A pleasant lassitude settled over me. I felt drowsy and spent. I ran my fingertips over my skin with a slow, sensual movement, gratified to find myself alive. Still, something worried at my mind. I had detected a subtle shift in the voice as it counted down the seconds. The change was unexpected and unnerving. The voice had become marked by a tremulous quality, an underlying strain of emotion. It was too indistinct and undeveloped for me to define, however. For that I would have to wait, would have to push closer to the endgame.
"Death ensues within ten seconds."
The pause, stretching out to eternity, was taut as piano wire. Then: 9, 8, 7... I had tried to stay away, had endeavored to avoid the machine. But I had come back as I always did, helpless to deny it. I had become more and more intrigued by a metaphysical conundrum no one had yet succeeded in resolving: Did a man hear the zero?
That is, zero marked the point of termination, the final, irrevocable end of everything. But did a man hear it, did it register upon his consciousness? He heard the one, hanging out over the abyss. But the zero? Zero and Death would seem to be simultaneous, effectively canceling each other out. No one knew, not even those who had designed the unit, whether the zero manifested itself in a manner that could be comprehended and recognized. Or whether it was lost, swallowed, annihilated in the spiraling descent into Death. The only way to find out was to follow the string to the very end.
5, 4, 3... There was still time to bail on the process and for a fleeting instant I considered it. I might have acted had it not been for the voice. As the count approached nearer to the end the underlying dynamics changed. The voice assumed a more emphatic cast, abandoning the aura of carefully modulated neutrality.
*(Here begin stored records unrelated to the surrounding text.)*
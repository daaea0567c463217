package api

import (
	"encoding/json"
	"fmt"
	"strings"
)

// changesBetween compares two answers in what whoever acts on them asks first:
// the verdict, and the figures that lead to it.
func changesBetween(before, after []byte) ([]Change, error) {
	was, err := scalarsOf(before)
	if err != nil {
		return nil, err
	}
	is, err := scalarsOf(after)
	if err != nil {
		return nil, err
	}
	old := make(map[string]any, len(was))
	for _, s := range was {
		old[s.pointer] = s.value
	}
	changes := []Change{}
	for _, s := range is {
		if value := old[s.pointer]; value != s.value {
			changes = append(changes, Change{Pointer: s.pointer, Before: &value, After: &s.value})
		}
		delete(old, s.pointer)
	}
	for _, s := range was {
		if value, alone := old[s.pointer]; alone && value != nil {
			changes = append(changes, Change{Pointer: s.pointer, Before: &value})
		}
	}
	return changes, nil
}

// scalar is one value of an answer and where it stands: a string, a float64, a
// bool or nil.
type scalar struct {
	pointer string
	value   any
}

// scalarsOf are the values of an answer that are compared. One that an earlier
// version of the program did not give is nil.
func scalarsOf(answer []byte) ([]scalar, error) {
	var a Assessment
	if err := json.Unmarshal(answer, &a); err != nil {
		return nil, fmt.Errorf("stored answer: %w", err)
	}
	out := []scalar{
		{"/verdict", string(a.Verdict)}, {"/confidence", orNil(a.Confidence)},
		{"/ends/a/ground_m", orNil(a.Ends.A.GroundM)}, {"/ends/a/antenna_amsl_m", orNil(a.Ends.A.AntennaAmslM)},
		{"/ends/b/ground_m", orNil(a.Ends.B.GroundM)}, {"/ends/b/antenna_amsl_m", orNil(a.Ends.B.AntennaAmslM)},
	}
	for i, c := range a.Clearance {
		at := fmt.Sprintf("/clearance/%d/", i)
		out = append(out, scalar{at + "met", c.Met}, scalar{at + "min_ratio", orNil(c.MinRatio)})
	}
	return append(out,
		scalar{"/raise/a_m", orNil(a.Raise.AM)}, scalar{"/raise/b_m", orNil(a.Raise.BM)}, scalar{"/raise/both_m", orNil(a.Raise.BothM)},
		scalar{"/terrain/rasters", rasterWords(a.Terrain.Rasters)}, scalar{"/terrain/vertical_datum", orNil(a.Terrain.VerticalDatum)},
		scalar{"/terrain/void_share", a.Terrain.VoidShare}), nil
}

func rasterWords(rasters []TerrainSource) string {
	words := make([]string, len(rasters))
	for i, r := range rasters {
		words[i] = r.Name + " " + r.Version
	}
	return strings.Join(words, ", ")
}

// orNil is the value pointed to; nil where there is none.
func orNil[T any](p *T) any {
	if p == nil {
		return nil
	}
	return *p
}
Substituting in its place--what exactly?
Shades of meaning resided in the tone that an entire lifetime might prove insufficient to decipher. Was the acid trill that now laced the consonants a warning, a plea to pull back before it was too late? Had the programmers installed a speed bump to deter those who embraced their product with too much enthusiasm--and with too little regard for the consequences? Yet the voice did not support such an interpretation. And then I had it, right on the cusp of the word "one".
The pitch and cadence had become infused with something unexpected, something I had failed to recognize precisely because I had not been looking for it. It was a blend of emotion that swamped any innate sense of caution which remained, that instilled in me a sense of triumph and vindication. It was envy, pure and simple, it was envy.
I heard the "one", stared spellbound into a dazzling vortex of silver and black. It receded into a distance so remote as to almost approach its own point of origin and so come full circle again. I thought that I heard the "zero" and reached out to embrace it--only to find that it had vanished, had never, in fact, existed at all.
The End
This story was first published on Monday, May 28th, 2012


Author Comments

One cannot help but be intrigued by the Dance with Death, the intricately choreographed set of moves and countermoves by which one confronts the Inevitable. There exists simultaneously a seductive pull and corresponding revulsion that contend for primacy--and that usually achieve a kind of balance. The one conviction one carries away from contemplating the ogre Death is that any mechanism for coping cannot be rooted in denial. I was attempting to capture something of that in this piece. Not possessing the moxie to jump out of an airplane, even with a functioning parachute, I decided to reenact the experience, and the drama, in a more sedate setting--and at a comfortable distance.